My understanding is as follows. For the locker to generate wheels that means (a) to potentially constrain the lock file to the locker’s build environment/platform, (b) to distribute built wheels with the lockfile and (c) to be able to encode the wheel’s location relative to the lockfile. The first two are not trivial limitations to impose on the user but the lockfile will be kept “pure” and the locker and installer will not share responsibilities. On the other hand, for the installer to be able to install wheels that means it has to double up as a build frontend. The lockfile as a format will be diluted - it won’t enumerate strictly installable artefacts and the package metadata in the lockfile will be incomplete. In essence the installer will have to perform a second pass over the lockfile and “re-lock” it. This is more practical but also a lot more complex to implement.

I think that’s a fair assessment of where things stand. It’s a question of whether sdist support should be in this PEP or consider an out-of-band thing (at least for now).

But then what’s the initial point of the lock file? If you have to recompute things then that waters down the supply chain security by dynamically adding things in an unsupervised manner. Even if you make it only additive to the initial lock file, what the sdists suddenly require as dependencies will lead to supply chain attacks.

To me, this suggests that sdist support is very much a development process issue and not something to deploy to production with.

Probably both. If you ask a locker to support a platform and it’s not possible then the locker should tell the user that. And the PEP already says that if a dependency graph resolution doesn’t work out then it’s an error, and so the latter case is already covered.

It’s a little tricky as even if an sdist is listed in the lock file it isn’t necessarily going to be required for a successful install. You could have an sdist listed as a fallback only and manage to make a complete install w/o an sdist ever coming into play.

So if you required tools to opt into using sdists then that could be the mechanism as to whether to even include the sdists in the dependency graph or not. Otherwise we could have an unsafe = true key in the [metadata] table to signify that there are sdists to take into consideration and act as a marker for wheel-only installers to quickly error out.

pf_moore · November 23, 2021, 9:13am

I think the spec runs the risk of collapsing from too much flexibility if you take that argument to its logical conclusion.

A locker could, by the same logic you describe here, include any one of the following:

A distribution specific file like a .deb or a .rpm package.
A conda package.
A raw .py file or shared library.

It’s no more obvious to me that lockers should be allowed to include sdists than any of these (or indeed, anything else they feel would deliver the same environment).

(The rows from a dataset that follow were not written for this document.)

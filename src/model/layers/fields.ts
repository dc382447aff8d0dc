/**
 * What a layer kind stores, declared once in the kind's own file: each field's name in the
 * document, in formats/tendon.proto and in a JSON spec, whether it is a tensor (and its shape in
 * terms of the incoming width and the layer's counts) or a number, its rule and its default.
 * The codec, the file check, the spec behind `tendon pack` and validation loop over these
 * declarations; none of them names a kind.
 */
import type { Problem } from '../../errors.js';
import { activationKind, activationNames, isActivationName } from '../activations/catalogue.js';
import type { ActivationName } from '../types.js';
import { finiteProblems } from './checks.js';

/** The keys of L whose values are of type T. */
type KeysOf<L, T> = { [K in keyof L]-?: L[K] extends T ? K : never }[keyof L] & string;

/** An attribute rule: the one home of it, read by validation, the file check and the spec. */
export interface ValueRule {
  readonly ok: (v: number) => boolean;
  /** What `ok` asks, in words that follow "must be": "in [0, 1)". */
  readonly rule: string;
}

/** A dimension of a stored tensor: the incoming width ('in'), or the value of one of the layer's count fields. */
export type Dim<L> = 'in' | KeysOf<L, number>;

interface Names<K extends string> {
  /** The property of the layer document. */
  readonly key: K;
  /** The field of the kind's message in formats/tendon.proto. */
  readonly proto: string;
  /** The field of a layer in a JSON spec (`tendon pack`). */
  readonly spec: string;
}

/** A stored float32 tensor. */
interface TensorFieldOf<K extends string, D extends string> extends Names<K> {
  readonly type: 'tensor';
  readonly shape: readonly D[];
  /** 'model': written in the document's storage codec (f32, f16 or i8); 'f32': always at full precision. */
  readonly storage: 'model' | 'f32';
  /** A spec that leaves it out: every value this number, or 'drawn' (the kind's `fillEmpty`, from the seed). */
  readonly start: number | 'drawn';
  /** A rule every value must follow (beyond being finite). */
  readonly each?: ValueRule;
}

/** A whole number >= 1 that tensor shapes and the output width may name; a spec must give it. */
interface CountFieldOf<K extends string> extends Names<K> {
  readonly type: 'count';
}

/** A number with a rule and the default a spec falls back on. */
interface NumberFieldOf<K extends string> extends Names<K> {
  readonly type: 'number';
  readonly rule: ValueRule;
  readonly default: number;
}

/** An activation from the catalogue, stored as its file code. */
interface ActivationFieldOf<K extends string> extends Names<K> {
  readonly type: 'activation';
  readonly default: ActivationName;
}

/** One stored field of a layer of type L, its keys checked against L. */
export type LayerField<L> =
  | TensorFieldOf<KeysOf<L, Float32Array>, Dim<L>>
  | CountFieldOf<KeysOf<L, number>>
  | NumberFieldOf<KeysOf<L, number>>
  | ActivationFieldOf<KeysOf<L, ActivationName>>;

/** A kind's stored form: its fields in the order they are checked, and its output width. */
export interface StoredForm<L> {
  /** The output width: the incoming width ('in'), or the value of one of its count fields. */
  readonly output: Dim<L>;
  readonly fields: readonly LayerField<L>[];
}

/** A field as the codec, the file check and the spec read it: keys as plain strings. */
export type AnyField = TensorFieldOf<string, string> | CountFieldOf<string> | NumberFieldOf<string> | ActivationFieldOf<string>;

export interface AnyStoredForm {
  readonly output: string;
  readonly fields: readonly AnyField[];
}

/** A layer document as the generic readers and writers see it. */
export type FieldValues = Record<string, unknown>;

/** The shape of a tensor field for a layer, or null when a count it names is not a whole number >= 1. */
export function fieldShape(field: { readonly shape: readonly string[] }, values: FieldValues, inputWidth: number): number[] | null {
  const dims = field.shape.map((dim) => (dim === 'in' ? inputWidth : values[dim]));
  return dims.every((d): d is number => typeof d === 'number' && Number.isInteger(d) && d >= 0) ? dims : null;
}

/** "[inputs, size]": a shape rule in words, for messages. */
export function shapeInWords(field: { readonly shape: readonly string[] }): string {
  return `[${field.shape.map((dim) => (dim === 'in' ? 'inputs' : dim)).join(', ')}]`;
}

/** The output width of a layer by its stored form. */
export function widthAfter(form: AnyStoredForm, values: FieldValues, inputWidth: number): number {
  return form.output === 'in' ? inputWidth : (values[form.output] as number);
}

/** Whether a value is a whole number >= 1 (what a count field holds). */
export function isCount(v: unknown): v is number {
  return typeof v === 'number' && Number.isInteger(v) && v >= 1;
}

/** The rule of every count field, in the words the readers use. */
export const COUNT_RULE: ValueRule = { ok: isCount, rule: 'a whole number > 0' };

/**
 * Problems with a layer's stored fields, by its declarations: counts, numbers by their rules,
 * a known activation, and every tensor of the declared size, finite and within its rule.
 * `where` is e.g. "layers[2] (batchnorm)".
 */
export function storedFieldProblems(form: AnyStoredForm, doc: object, inputWidth: number, where: string): Problem[] {
  // One typed adapter: a layer document read field by field, by the names its kind declares.
  const layer = doc as FieldValues;
  const problems: Problem[] = [];
  const counts = form.fields.filter((f) => f.type === 'count');
  for (const f of counts) {
    if (!isCount(layer[f.key])) problems.push({ where, message: `${f.key} must be ${COUNT_RULE.rule}, got ${String(layer[f.key])}` });
  }
  if (problems.length > 0) return problems;
  for (const f of form.fields) {
    const value = layer[f.key];
    if (f.type === 'number' && !(typeof value === 'number' && f.rule.ok(value))) {
      problems.push({ where, message: `${f.key} must be ${f.rule.rule}, got ${String(value)}` });
    } else if (f.type === 'activation' && !isActivationName(value)) {
      problems.push({ where, message: `unknown activation "${String(value)}" (expected one of ${activationNames().join(', ')})` });
    } else if (f.type === 'tensor') {
      const data = value as Float32Array;
      const shape = fieldShape(f, layer, inputWidth) ?? [];
      const want = shape.reduce((a, b) => a * b, 1);
      if (data.length !== want) {
        const total = shape.length > 1 ? ` = ${want}` : '';
        problems.push({ where, message: `${f.key} has ${data.length} values, expected [${shape.join(', ')}]${total}` });
        continue;
      }
      const nonFinite = finiteProblems(data, f.key, where);
      problems.push(...nonFinite);
      const bad = f.each && nonFinite.length === 0 ? data.findIndex((v) => !f.each!.ok(v)) : -1;
      if (bad >= 0) problems.push({ where, message: `${f.key}[${bad}] is ${data[bad]}; every value must be ${f.each!.rule}` });
    }
  }
  return problems;
}

/** An activation's file code, or undefined for a name the catalogue does not hold. */
export function activationCode(name: unknown): number | undefined {
  return isActivationName(name) ? activationKind(name).code : undefined;
}
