/**
 * Batch normalisation (Ioffe and Szegedy, 2015), per feature c:
 *   inference: y = gamma (x - runningMean) / sqrt(runningVariance + eps) + beta
 *   training:  the same with this batch's mean and biased variance, returned as `stats` so the
 *              train loop can fold them into the running statistics with `momentum`.
 * Trainable: [gamma, beta]. Backward from a training forward runs through the batch
 * statistics; from an inference forward it treats the running statistics as constants.
 * Engine weights: [gamma, beta, runningMean, 1/sqrt(runningVariance + eps)].
 * Engine saved: [xhat, batchInvStd] (training) or [xhat] (inference).
 */
import type * as tf from '@tensorflow/tfjs-core';
import { tfjs } from '../tfjs-lazy.js';
import type { BatchNormLayer, ParamRef } from '../types.js';
import { storedFieldProblems, type StoredForm } from './fields.js';
import { as2D } from './engine-util.js';
import type { EngineBackward, EngineForward, ForwardContext, LayerKind, Mat64, RefBackward, RefForward } from './kind.js';
import { mat64 } from './mat64.js';

/**
 * What a batch normalisation layer stores (formats/tendon.proto, BatchNormParams), with the one
 * home of its rules: epsilon finite and > 0 (it keeps 1/sqrt(var + eps) finite); momentum in
 * [0, 1], where 1 keeps the running statistics as they are (frozen) and 0 replaces them with
 * each batch's. A spec that leaves the vectors out gets the identity (1, 0, 0, 1).
 */
const STORED = {
  output: 'in',
  fields: [
    { type: 'tensor', key: 'gamma', proto: 'gamma', spec: 'gamma', shape: ['in'], storage: 'f32', start: 1 },
    { type: 'tensor', key: 'beta', proto: 'beta', spec: 'beta', shape: ['in'], storage: 'f32', start: 0 },
    { type: 'tensor', key: 'runningMean', proto: 'running_mean', spec: 'mean', shape: ['in'], storage: 'f32', start: 0 },
    {
      type: 'tensor',
      key: 'runningVariance',
      proto: 'running_variance',
      spec: 'variance',
      shape: ['in'],
      storage: 'f32',
      start: 1,
      each: { ok: (v) => v >= 0, rule: '>= 0' },
    },
    {
      type: 'number',
      key: 'epsilon',
      proto: 'epsilon',
      spec: 'epsilon',
      rule: { ok: (v) => Number.isFinite(v) && v > 0, rule: 'a finite number > 0' },
      default: 1e-5,
    },
    { type: 'number', key: 'momentum', proto: 'momentum', spec: 'momentum', rule: { ok: (v) => v >= 0 && v <= 1, rule: 'in [0, 1]' }, default: 0.9 },
  ],
} as const satisfies StoredForm<BatchNormLayer>;

interface BatchNormSaved {
  readonly mode: 'training' | 'inference';
  readonly xhat: Float64Array;
  /** Per feature 1/sqrt(var + eps) of the statistics used. */
  readonly invStd: Float64Array;
  readonly rows: number;
  readonly cols: number;
}

function params(layer: BatchNormLayer, inputWidth: number, index: number): ParamRef[] {
  return [
    { name: `layers[${index}].gamma`, shape: [inputWidth], data: layer.gamma },
    { name: `layers[${index}].beta`, shape: [inputWidth], data: layer.beta },
  ];
}

function tensors(layer: BatchNormLayer, inputWidth: number, index: number): ParamRef[] {
  return [
    ...params(layer, inputWidth, index),
    { name: `layers[${index}].runningMean`, shape: [inputWidth], data: layer.runningMean },
    { name: `layers[${index}].runningVariance`, shape: [inputWidth], data: layer.runningVariance },
  ];
}

function refForward(layer: BatchNormLayer, x: Mat64, ctx: ForwardContext): RefForward {
  const { rows, cols } = x;
  const mean = new Float64Array(cols);
  const variance = new Float64Array(cols);
  if (ctx.training) {
    // Two passes (mean, then squared deviations) rather than E[x²] - E[x]², which cancels badly
    // when the mean is large next to the spread.
    for (let r = 0; r < rows; r++) for (let c = 0; c < cols; c++) mean[c] += x.data[r * cols + c];
    for (let c = 0; c < cols; c++) mean[c] /= rows;
    for (let r = 0; r < rows; r++) {
      for (let c = 0; c < cols; c++) {
        const d = x.data[r * cols + c] - mean[c];
        variance[c] += d * d;
      }
    }
    for (let c = 0; c < cols; c++) variance[c] /= rows;
  } else {
    mean.set(layer.runningMean);
    variance.set(layer.runningVariance);
  }
  const invStd = new Float64Array(cols);
  for (let c = 0; c < cols; c++) invStd[c] = 1 / Math.sqrt(variance[c] + layer.epsilon);
  const xhat = new Float64Array(rows * cols);
  const y = new Float64Array(rows * cols);
  for (let r = 0; r < rows; r++) {
    for (let c = 0; c < cols; c++) {
      const i = r * cols + c;
      xhat[i] = (x.data[i] - mean[c]) * invStd[c];
      y[i] = layer.gamma[c] * xhat[i] + layer.beta[c];
    }
  }
  const saved: BatchNormSaved = { mode: ctx.training ? 'training' : 'inference', xhat, invStd, rows, cols };
  return { y: mat64(rows, cols, y), saved, ...(ctx.training ? { stats: { mean, variance } } : {}) };
}

function isBatchNormSaved(s: unknown): s is BatchNormSaved {
  return typeof s === 'object' && s !== null && 'xhat' in s && 'invStd' in s && 'mode' in s;
}

function refBackward(layer: BatchNormLayer, saved: unknown, dy: Mat64): RefBackward {
  if (!isBatchNormSaved(saved)) throw new Error('batchnorm backward: saved is not from a batchnorm reference forward');
  const { xhat, invStd, rows, cols, mode } = saved;
  const dgamma = new Float64Array(cols);
  const dbeta = new Float64Array(cols);
  for (let r = 0; r < rows; r++) {
    for (let c = 0; c < cols; c++) {
      const i = r * cols + c;
      dbeta[c] += dy.data[i];
      dgamma[c] += dy.data[i] * xhat[i];
    }
  }
  const dx = new Float64Array(rows * cols);
  for (let r = 0; r < rows; r++) {
    for (let c = 0; c < cols; c++) {
      const i = r * cols + c;
      const g = layer.gamma[c] * invStd[c];
      // Training: mean and variance depend on every row, which adds the two correction terms
      // dx = gamma·invStd/N · (N·dy - Σdy - xhat·Σ(dy·xhat)).
      dx[i] = mode === 'training' ? (g / rows) * (rows * dy.data[i] - dbeta[c] - xhat[i] * dgamma[c]) : g * dy.data[i];
    }
  }
  return { dx: mat64(rows, cols, dx), grads: [dgamma, dbeta] };
}

/**
 * The inference form as one per-feature affine map in float64, y = scale ⊙ x + shift:
 * scale = gamma / sqrt(runningVariance + eps), shift = beta - scale ⊙ runningMean.
 * What the fast engine runs and what folding moves into a neighbouring dense layer.
 */
export function batchNormAffine(layer: BatchNormLayer): { scale: Float64Array; shift: Float64Array } {
  const n = layer.gamma.length;
  const scale = new Float64Array(n);
  const shift = new Float64Array(n);
  for (let c = 0; c < n; c++) {
    scale[c] = layer.gamma[c] / Math.sqrt(layer.runningVariance[c] + layer.epsilon);
    shift[c] = layer.beta[c] - layer.runningMean[c] * scale[c];
  }
  return { scale, shift };
}

function engineUpload(layer: BatchNormLayer): tf.Tensor[] {
  // 1/sqrt(var + eps) in float64 once, rounded to float32 once.
  const invStd = new Float32Array(layer.runningVariance.length);
  for (let c = 0; c < invStd.length; c++) invStd[c] = 1 / Math.sqrt(layer.runningVariance[c] + layer.epsilon);
  return [tfjs().tensor1d(layer.gamma.slice()), tfjs().tensor1d(layer.beta.slice()), tfjs().tensor1d(layer.runningMean.slice()), tfjs().tensor1d(invStd)];
}

function engineForward(layer: BatchNormLayer, weights: tf.Tensor[], x: tf.Tensor2D, ctx: ForwardContext): EngineForward {
  const [gamma, beta, runningMean, runningInvStd] = weights;
  if (!ctx.training) {
    const xhat = tfjs().mul(tfjs().sub(x, runningMean), runningInvStd);
    return { y: as2D(tfjs().add(tfjs().mul(xhat, gamma), beta), 'batchnorm output'), saved: [xhat] };
  }
  const { mean, variance } = tfjs().moments(x, 0);
  const invStd = tfjs().rsqrt(tfjs().add(variance, layer.epsilon));
  const xhat = tfjs().mul(tfjs().sub(x, mean), invStd);
  const y = as2D(tfjs().add(tfjs().mul(xhat, gamma), beta), 'batchnorm output');
  const stats = { mean: Float64Array.from(mean.dataSync()), variance: Float64Array.from(variance.dataSync()) };
  return { y, saved: [xhat, invStd], stats };
}

function engineBackward(_layer: BatchNormLayer, weights: tf.Tensor[], saved: tf.Tensor[], dy: tf.Tensor2D): EngineBackward {
  const gamma = weights[0];
  const xhat = saved[0];
  if (!xhat) throw new Error('batchnorm backward needs the saved tensors of its forward');
  const dbeta = tfjs().sum(dy, 0);
  const dgamma = tfjs().sum(tfjs().mul(dy, xhat), 0);
  if (saved.length === 1) {
    return { dx: as2D(tfjs().mul(dy, tfjs().mul(gamma, weights[3])), 'batchnorm dx'), grads: [dgamma, dbeta] };
  }
  const n = dy.shape[0];
  const g = tfjs().div(tfjs().mul(gamma, saved[1]), n);
  const inner = tfjs().sub(tfjs().sub(tfjs().mul(dy, n), dbeta), tfjs().mul(xhat, dgamma));
  return { dx: as2D(tfjs().mul(g, inner), 'batchnorm dx'), grads: [dgamma, dbeta] };
}

/** The batch normalisation layer kind. */
export const batchnorm: LayerKind<BatchNormLayer, typeof STORED> = {
  kind: 'batchnorm',
  stored: STORED,
  tensors,
  trainable: params,
  clone: (layer) => ({
    ...layer,
    gamma: layer.gamma.slice(),
    beta: layer.beta.slice(),
    runningMean: layer.runningMean.slice(),
    runningVariance: layer.runningVariance.slice(),
  }),
  // The identity: gamma 1, beta 0, running mean 0, running variance 1.
  fillEmpty: (layer, width) =>
    layer.gamma.length === 0
      ? {
          ...layer,
          gamma: new Float32Array(width).fill(1),
          beta: new Float32Array(width),
          runningMean: new Float32Array(width),
          runningVariance: new Float32Array(width).fill(1),
        }
      : null,
  describe: (layer) => `epsilon ${layer.epsilon}, momentum ${layer.momentum}`,
  validate: (layer, inputWidth, where) => storedFieldProblems(STORED, layer, inputWidth, where),
  reference: { forward: (layer, x, ctx) => refForward(layer, x, ctx), backward: (layer, saved, dy) => refBackward(layer, saved, dy) },
  engine: {
    upload: engineUpload,
    forward: (layer, w, x, ctx) => engineForward(layer, w, x, ctx),
    backward: (layer, w, s, dy) => engineBackward(layer, w, s, dy),
  },
  simd: {
    inference: (layer) => ({ op: 'affine', ...batchNormAffine(layer) }),
    training: { refused: 'fast training runs dense and dropout layers only' },
  },
};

If PEP 665 wants to allow lockers to specify non-wheel sources “for future expansion” or “as an installer-specific fallback”, then I think it needs to define that mechanism¹. Otherwise I think that it should require that only wheels are specified, and make the whole mechanism including letting lockers specify non-wheels be the non-standard extension.

¹ It doesn’t have to be complex. A single key, “extensions” which holds a list of extended features required to install the lockfile, with no valid values being defined by default, would be sufficient. The sdist support proposal could then simply define a “sdist” extension, with appropriate changes to the rules. You could even reserve all extensions starting with “X-” for experimental use, saying that no standard is allowed to use such an extension name, if you want to.

brettcannon · November 23, 2021, 10:44pm

Couldn’t you use the [tool] table for that, though? Whatever extension you come up with is going to require specific tool support anyway since it isn’t a standard.